CAT has a significant role in examining communication between patients and health professionals when they are from different cultures. In interviews with twelve physicians, Jain and Krieger (Reference Jain and Krieger2011) highlighted the communication barriers experienced by doctors from a different culture, and described their strategies to overcome them. These included learning American slang, practicing American pronunciation, and changing speech rate. Scholl, Wilson, and Hughes (Reference Scholl, Wilson and Hughes2011) found that physicians and patients downplayed their ethnic identities as factors influencing communication; instead, doctors focused on the need for patients to be competent communicators (by clearly stating their medical concerns), and patients focused on doctors being linguistically competent (and speaking the patient’s language) irrespective of the doctor’s ethnicity. Gasiorek, Van de Poel, and Blockmans (Reference Gasiorek, Van de Poel and Blockmans2015) also invoked CAT to examine how doctors managed consultations in a multilingual hospital, and demonstrated that they used code-switching and nonverbal gestures to make themselves better understood and to promote positive affiliation when language was a barrier. In sum, CAT has the ability to unpack a variety of communication strategies that interactants engage in to achieve communication competence.
Studies on nurse–parent communication show how CAT can be useful in explicating the differences between effective and ineffective communication, how members of different social groups value different strategies, and how we need to consider the interplay between multiple social group memberships. Jones, Woodhouse, and Rowe (Reference Jones, Woodhouse and Rowe2007) used CAT to explore parents’ perceptions of effective and ineffective communication with nurses in a neonatal nursery and Dordic (Reference Dordic2009) compared mothers’ and nurses’ perceptions. These studies found that effective communication was generally described as accommodative and ineffective communication was most frequently described as underaccommodative but, occasionally, described as overaccommodative. For effective communication, discourse management and emotional expression were the most frequently mentioned strategies, and to a lesser extent interpretability. Both studies showed ineffective communication is not just the opposite of effective communication, but is characterized by nonaccommodative use of strategies such as interpretability, discourse management, interpersonal control, and face (the public self-image of people). For example, comments included being spoken down to or treated as if they were silly, being scolded, and nurses who treated parents as irrelevant or just another parent. These studies also showed how different group memberships interact; for example, Jones et al. (Reference Jones, Woodhouse and Rowe2007) found that mothers mentioned negative face and interpersonal control more when describing ineffective communication, whereas fathers mentioned more the interpretability strategy.
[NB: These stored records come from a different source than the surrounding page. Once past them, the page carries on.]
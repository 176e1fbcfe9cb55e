import { createFilterBank, NoSteadyState, type FilterDesign, type LiveDesign } from "@/lib/dsp";
import { MAX_CANDIDATES_PER_CLIENT, type CandidateMetrics, type SampleBatch } from "@/lib/protocol";
import type { BatchSink, ChannelInfo } from "../ingest/ingest";
import { GrowingColumn } from "./column";
import { candidateMetrics, rawSpectrum, type RawSpectrum } from "./metrics";
import { SampleRing } from "./ring";
import { SparkEnvelope, type Spark } from "./spark";

/** Filter key of the production slot in every channel's bank and in frames. */
export const PRODUCTION = "production";

/**
 * Contiguous new samples of a channel (one sequence run) with every filter's output beside them.
 * The columns are views of the channel's staging memory: valid until the channel's next push.
 */
export interface PendingBlock {
  /** Sequence numbers of the first and the newest message in the block. */
  seq: number;
  lastSeq: number;
  t0: number;
  raw: Float64Array;
  /** Filter key ("production" or `<owner>/<id>`) → output, same length as raw. */
  traces: Map<string, Float64Array>;
}

/** A block being filled: where its samples start in the channel's staging columns, and how many. */
interface OpenBlock {
  seq: number;
  lastSeq: number;
  t0: number;
  start: number;
  length: number;
  traces: Map<string, { column: GrowingColumn; start: number }>;
}

/** A channel's samples since the last drain, raw and per filter, in memory reused tick after tick. */
interface Staging {
  raw: GrowingColumn;
  traces: Map<string, GrowingColumn>;
}

interface Candidate {
  live: LiveDesign;
  output: SampleRing;
  /** Samples the candidate has filtered since it was added. */
  filtered: number;
}

interface LiveChannel {
  info: ChannelInfo;
  raw: SampleRing;
  production: { revisionId: string; design: FilterDesign } | null;
  candidates: Map<string, Candidate>;
  pending: OpenBlock[];
  staging: Staging;
  nextSeq: number | null;
  /** Set when the filter set changed, so the next batch opens a new block with aligned traces. */
  breakBlock: boolean;
  /** When the newest batch arrived (the sidecar's clock, epoch ms), or null before the first. */
  lastSampleAt: number | null;
  spark: SparkEnvelope;
}

/** A candidate refused by the pipeline: its id is taken on the channel, or the owner has as many as allowed. */
export class CandidateLimitError extends Error {
  constructor(
    readonly reason: "duplicate" | "too_many",
    message: string,
  ) {
    super(message);
    this.name = "CandidateLimitError";
  }
}

export interface Pipeline extends BatchSink {
  /** Sets or clears (design null) the channel's production filter; its state starts at rest. */
  setProductionFilter(path: string, revisionId: string, design: FilterDesign | null): void;
  /** The revision in the production slot, or null. */
  productionRevision(path: string): string | null;
  /** Adds a candidate for `owner`; throws CandidateLimitError past MAX_CANDIDATES_PER_CLIENT or for a taken id. */
  addCandidate(path: string, owner: string, id: string, live: LiveDesign): void;
  removeCandidate(path: string, owner: string, id: string): boolean;
  /** Removes every candidate of an owner (a closed connection). */
  removeOwner(owner: string): void;
  /** New samples since the last drain, in sequence runs; clears them. The blocks' columns are valid until the channel's next push: copy what is kept longer. */
  drain(path: string): PendingBlock[];
  /** Live metrics of an owner's candidates on a channel (null fields until a candidate has settled), judged at `lineHz` when given, else at the strongest raw peak. */
  metrics(path: string, owner: string, lineHz?: number | null): Record<string, CandidateMetrics>;
  channel(path: string): ChannelInfo | undefined;
  /** Adds a channel created after start; known channels are left as they are. */
  addChannel(info: ChannelInfo): void;
  /** Stops a channel handed to another sidecar: production filter cleared, samples not yet sent dropped. */
  resetChannel(path: string): void;
  paths(): string[];
  /** When the channel's newest batch arrived (epoch ms, the `now` given), or null before the first. */
  lastSampleAt(path: string): number | null;
  /** The channel's raw envelope over about the last 30 s (60 buckets of about 500 ms), or null. */
  spark(path: string): Spark | null;
  /** The channel's newest raw samples held (at most n), oldest first. */
  recent(path: string, n: number): Float64Array;
  /** Calls fn with every accepted batch after filtering, with the production output beside it (null without one; valid only during the call); returns the unsubscribe. */
  onSamples(fn: SamplesListener): () => void;
}

export type SamplesListener = (path: string, batch: SampleBatch, production: Float64Array | null) => void;

export const candidateKey = (owner: string, id: string): string => `${owner}/${id}`;

const EMPTY_METRICS: CandidateMetrics = {
  removedRms: null,
  lagMs: null,
  measuredAttenuationDb: null,
  predictedAttenuationDb: null,
  noiseLineHz: null,
};

/**
 * The live pipeline: per channel a ring of raw samples, the production slot and any number of
 * candidates, all run on every sample by one lib/dsp filter bank. Accepted batches come in through
 * push (from ingest); filtered production output goes out through onFiltered (for republishing).
 */
export function createPipeline(deps: {
  channels: readonly ChannelInfo[];
  historySeconds?: number;
  /** Seconds a candidate runs before its metrics are reported (its transient settles). */
  settleSeconds?: number;
  onFiltered?: (path: string, batch: SampleBatch, values: Float64Array) => void;
  /** The sidecar's clock, for lastSampleAt (epoch ms). */
  now?: () => number;
  /** A candidate's metrics could not be computed (they are reported empty); for the log. */
  onMetricsError?: (path: string, id: string, err: unknown) => void;
}): Pipeline {
  const now = deps.now ?? Date.now;
  const historySeconds = deps.historySeconds ?? 60;
  const settleSeconds = deps.settleSeconds ?? 1;
  const bank = createFilterBank();
  const listeners: SamplesListener[] = [];
  const fresh = (info: ChannelInfo): LiveChannel => ({
    info,
    raw: new SampleRing(Math.ceil(historySeconds * info.sampleRateHz)),
    production: null,
    candidates: new Map(),
    pending: [],
    staging: { raw: new GrowingColumn(0), traces: new Map() },
    nextSeq: null,
    breakBlock: false,
    lastSampleAt: null,
    spark: new SparkEnvelope(info.sampleRateHz),
  });
  const live = new Map<string, LiveChannel>(deps.channels.map((info) => [info.path, fresh(info)]));

  function channelOf(path: string): LiveChannel {
    const ch = live.get(path);
    if (!ch) throw new Error(`unknown channel '${path}'`);
    return ch;
  }

  /** Empties a channel's staging for the next samples; columns of filters no longer running are let go. */
  function emptyStaging(ch: LiveChannel): void {
    ch.staging.raw.reset();
    for (const [key, column] of ch.staging.traces) {
      if (key === PRODUCTION ? ch.production : ch.candidates.has(key)) column.reset();
      else ch.staging.traces.delete(key);
    }
  }

  function clearProduction(path: string, ch: LiveChannel): void {
    if (ch.production) bank.remove(path, PRODUCTION);
    ch.production = null;
  }

  function blockFor(ch: LiveChannel, batch: SampleBatch): OpenBlock {
    const last = ch.pending.at(-1);
    const contiguous = last && !ch.breakBlock && ch.nextSeq === batch.seq;
    ch.breakBlock = false;
    ch.nextSeq = (batch.seq + 1) >>> 0;
    if (contiguous) {
      last.lastSeq = batch.seq;
      return last;
    }
    const block: OpenBlock = { seq: batch.seq, lastSeq: batch.seq, t0: batch.t0, start: ch.staging.raw.length, length: 0, traces: new Map() };
    ch.pending.push(block);
    return block;
  }

  function push(path: string, batch: SampleBatch): void {
    const ch = channelOf(path);
    ch.raw.push(batch.values);
    ch.spark.push(batch.t0, batch.values);
    ch.lastSampleAt = now();
    const block = blockFor(ch, batch);
    ch.staging.raw.append(batch.values);
    block.length += batch.values.length;
    if (!ch.production && ch.candidates.size === 0) {
      for (const fn of listeners) fn(path, batch, null);
      return;
    }
    const outputs = bank.process(path, batch.values);
    for (const [key, y] of outputs) {
      let trace = block.traces.get(key);
      if (!trace) {
        let column = ch.staging.traces.get(key);
        if (!column) ch.staging.traces.set(key, (column = new GrowingColumn(ch.staging.raw.length)));
        block.traces.set(key, (trace = { column, start: column.length }));
      }
      trace.column.append(y);
      const candidate = ch.candidates.get(key);
      if (candidate) {
        candidate.output.push(y);
        candidate.filtered += y.length;
      } else if (key === PRODUCTION) {
        deps.onFiltered?.(path, batch, y);
      }
    }
    for (const fn of listeners) fn(path, batch, outputs.get(PRODUCTION) ?? null);
  }

  /**
   * Live filters start at the steady state of the first sample they see, so a new trace does not
   * swing in from zero; a filter without a steady state (a pole at z = 1) starts at rest.
   */
  function addLive(path: string, id: string, design: FilterDesign): void {
    try {
      bank.add(path, id, design, { initial: "step" });
    } catch (err) {
      if (!(err instanceof NoSteadyState)) throw err;
      bank.add(path, id, design);
    }
  }

  return {
    push,
    setProductionFilter(path, revisionId, design) {
      const ch = channelOf(path);
      clearProduction(path, ch);
      if (design) {
        addLive(path, PRODUCTION, design);
        ch.production = { revisionId, design };
      }
      ch.breakBlock = true;
    },
    productionRevision: (path) => channelOf(path).production?.revisionId ?? null,
    addCandidate(path, owner, id, live) {
      const ch = channelOf(path);
      const key = candidateKey(owner, id);
      if (ch.candidates.has(key)) throw new CandidateLimitError("duplicate", `candidate '${id}' already exists on ${path}`);
      const mine = [...ch.candidates.keys()].filter((k) => k.startsWith(`${owner}/`)).length;
      if (mine >= MAX_CANDIDATES_PER_CLIENT) {
        throw new CandidateLimitError("too_many", `at most ${MAX_CANDIDATES_PER_CLIENT} candidates per channel`);
      }
      addLive(path, key, live.design);
      ch.candidates.set(key, { live, output: new SampleRing(Math.ceil(ch.info.sampleRateHz)), filtered: 0 });
      ch.breakBlock = true;
    },
    removeCandidate(path, owner, id) {
      const ch = channelOf(path);
      const key = candidateKey(owner, id);
      if (!ch.candidates.delete(key)) return false;
      bank.remove(path, key);
      // A block's traces all cover its raw samples: the next samples start a block without this one.
      ch.breakBlock = true;
      return true;
    },
    removeOwner(owner) {
      for (const [path, ch] of live) {
        for (const key of [...ch.candidates.keys()]) {
          if (!key.startsWith(`${owner}/`)) continue;
          ch.candidates.delete(key);
          bank.remove(path, key);
          ch.breakBlock = true;
        }
      }
    },
    drain(path) {
      const ch = channelOf(path);
      if (!ch.pending.length) return [];
      const blocks: PendingBlock[] = [];
      for (const { seq, lastSeq, t0, start, length, traces } of ch.pending) {
        const views = new Map<string, Float64Array>();
        for (const [key, t] of traces) views.set(key, t.column.view(t.start, t.start + length));
        blocks.push({ seq, lastSeq, t0, raw: ch.staging.raw.view(start, start + length), traces: views });
      }
      ch.pending = [];
      emptyStaging(ch);
      return blocks;
    },
    metrics(path, owner, lineHz = null) {
      const ch = channelOf(path);
      const fs = ch.info.sampleRateHz;
      const n = Math.ceil(fs);
      const result: Record<string, CandidateMetrics> = {};
      const raw = ch.raw.latest(n);
      let spectrum: RawSpectrum | undefined;
      for (const [key, c] of ch.candidates) {
        if (!key.startsWith(`${owner}/`)) continue;
        const id = key.slice(owner.length + 1);
        if (c.filtered < n + settleSeconds * fs) {
          result[id] = EMPTY_METRICS;
          continue;
        }
        try {
          spectrum ??= rawSpectrum(raw, fs);
          result[id] = candidateMetrics(raw, c.output.latest(n), c.live, spectrum, lineHz);
        } catch (err) {
          deps.onMetricsError?.(path, id, err);
          result[id] = EMPTY_METRICS;
        }
      }
      return result;
    },
    channel: (path) => live.get(path)?.info,
    addChannel(info) {
      if (!live.has(info.path)) live.set(info.path, fresh(info));
    },
    resetChannel(path) {
      const ch = channelOf(path);
      clearProduction(path, ch);
      ch.pending = [];
      emptyStaging(ch);
      ch.nextSeq = null;
      ch.breakBlock = true;
    },
    paths: () => [...live.keys()],
    lastSampleAt: (path) => channelOf(path).lastSampleAt,
    spark: (path) => channelOf(path).spark.read(),
    recent: (path, n) => channelOf(path).raw.latest(n),
    onSamples(fn) {
      listeners.push(fn);
      return () => {
        const i = listeners.indexOf(fn);
        if (i >= 0) listeners.splice(i, 1);
      };
    },
  };
}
Another interesting line of enquiry that further extends CAT in the health professional and patient domain is research undertaken to explore the role of concordance or discordance of explanatory models (EMs) between doctors and their patients who are being treated for depression. Doctors may believe that the cause of depression (EM) is a chemical imbalance or the result of psychosocial pressures (a different EM), and their belief may differ from that of their patient. This ongoing work investigates the role of effective communication, as operationalized through CAT, in establishing the patient and doctor alliance – even when EMs are discordant (Teh, Reference Teh2014).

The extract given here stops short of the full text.